A Sack of Seattle: A. Sack (aka Andy Sack of Judy’s Book) is an honest guy with good observations. He’s also set up a forum for Seattle entrpreneurs to meet up over coffee, which is a benevolent gesture for an individual who has reached the “investment capital secured” promise land from which few bloggers return, and fewer still retain accessibility. Plus, his blog carries an extra bit of drama as he is currently in the process of trying to reinvent his site to capture a completely different niche (coupons) than it grew up on (reviews). Sounds like a hell of a trick to me, but I bet there are those who would say the same about taking on a $48 billion behemoth named eBay. Morons. They’ll obviously never topple eBay with that attitude.

Geeking With Greg: Greg is both a lucid and prolific blogger. He also seems to share my interests for Artificial Intelligence (I’ve architected the AI systems for most every game I’ve worked on for the last four years / he is making a web site that learns what kind of RSS you like and gives it to you) and productivity (I blog about it every other post / he blogs about it every other every other post). And if that weren’t enough, there is a funny quote about how engineers are leaving Google because MBAs have declared it their employer of choice.

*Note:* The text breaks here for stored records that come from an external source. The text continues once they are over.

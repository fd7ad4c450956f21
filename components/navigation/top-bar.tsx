import type { PropsWithChildren } from 'react';
import { StyleSheet, View } from 'react-native';
import { Text } from '@/components/ui/text';
import { useTheme } from '@/components/ui/theme';
import { gutter, line, touch } from '@/components/ui/tokens';
import { useUnits } from '@/components/ui/units';
import { useLayout } from '@/components/ui/use-layout';
import { AccountCircle } from './account-circle';
import { Brand } from './brand';
import { NavLink } from './nav-link';

/** The bar over every page from 700 on: the brand leads to the projects, the units and the circle to the account. */
export function TopBar({ children }: PropsWithChildren) {
  const { colors } = useTheme();
  const units = useUnits();
  const wide = useLayout() === 'wide';
  const named = [units.frequency, units.magnitude, units.speed].join(', ');
  return (
    <View role="banner" style={[styles.bar, { backgroundColor: colors.paper, borderBottomColor: colors.ink }]}>
      <Brand />
      {children}
      <View style={styles.right}>
        {wide && (
          <NavLink href="/account" aria-label={`Units: ${named}. Change`} style={styles.units}>
            <Text weight={600}>{named}</Text>
          </NavLink>
        )}
        <AccountCircle />
      </View>
    </View>
  );
}

const styles = StyleSheet.create({
  bar: {
    height: 56,
    flexDirection: 'row',
    alignItems: 'center',
    gap: 22,
    paddingHorizontal: gutter.wide,
    borderBottomWidth: line.head,
    zIndex: 10,
  },
  right: { marginLeft: 'auto', flexDirection: 'row', alignItems: 'center', gap: 8 },
  units: { minHeight: touch, justifyContent: 'center', paddingHorizontal: 14 },
});
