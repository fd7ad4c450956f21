// First load of the client: the scripts that index.html names, gzipped, stay under the budget.
import { readFileSync } from 'node:fs';
import { join } from 'node:path';
import { gzipSync } from 'node:zlib';
import { buildAll } from './build.mjs';

const BUDGET = 350 * 1024;

const { client } = await buildAll();
const page = readFileSync(join(client, 'index.html'), 'utf8');
const scripts = [...page.matchAll(/<script[^>]+src="([^"]+)"/g)].map((match) => match[1]);
if (scripts.length === 0) throw new Error('index.html names no script');
const sizes = scripts.map((src) => [src, gzipSync(readFileSync(join(client, src))).length]);
const total = sizes.reduce((sum, [, size]) => sum + size, 0);
for (const [src, size] of sizes) console.log(`${(size / 1024).toFixed(1).padStart(8)} kB gzip  ${src}`);
console.log(`${(total / 1024).toFixed(1).padStart(8)} kB gzip in all, at most ${BUDGET / 1024}`);
process.exit(total <= BUDGET ? 0 : 1);
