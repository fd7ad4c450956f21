import { useInfiniteQuery } from '@tanstack/react-query';
import { useRouter } from 'expo-router';
import { Menu } from '@/components/ui/menu';
import { projectsQuery, type ReadProject } from '@/hooks/queries/projects';
import { projectPath } from './routes';

/** The project's name, and under it the others. */
export function ProjectSwitch({ project }: { project: ReadProject }) {
  const router = useRouter();
  const { data: projects = [project] } = useInfiniteQuery(projectsQuery());
  const items = projects.map(({ id, name, vehicle }) => ({
    key: id,
    label: name,
    hint: vehicle,
    current: id === project.id,
    onSelect: () => router.push(projectPath(id)),
  }));
  const all = { key: 'all', label: 'All projects', onSelect: () => router.push('/') };
  return <Menu label={project.name} kind="quiet" items={[...items, all]} />;
}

Curious Office: Made by the founder of Imagekind, this site seems to fall into the “investment capital secured, accessibility retracted” collection. Comments are disabled on most posts. But you don’t have to be buddies with the writer to appreciate the piles of wisdom lying in plain site on here. In particular, there is a Steve Pavlina-esque article on their approach to getting funded. I like how he proposes that we wait until the investors come to us, rather than investing time on finding investors when there’s development to be done. Spoken like a true programmer. And you can bet that the story about the investor who tracked you down to give you $5 million is going to make for a great blog post/party story/pickup line when you can pull it off.

Anyone else got a local favorite local entrepreneurial blog not mentioned here? I’ve found that the defining characteristics of my favorites so far have been bloggers with experience and similar interests, who respect their readers and answer comments. It’s quite a treat when I uncover such a blog. The information that is readily accessible on any number of blogs these days (on the steps to getting investment, or generally being entrepreneurially minded) is stuff that simply didn’t exist 10 years ago. Let alone for free and in relatively unlimited quantities.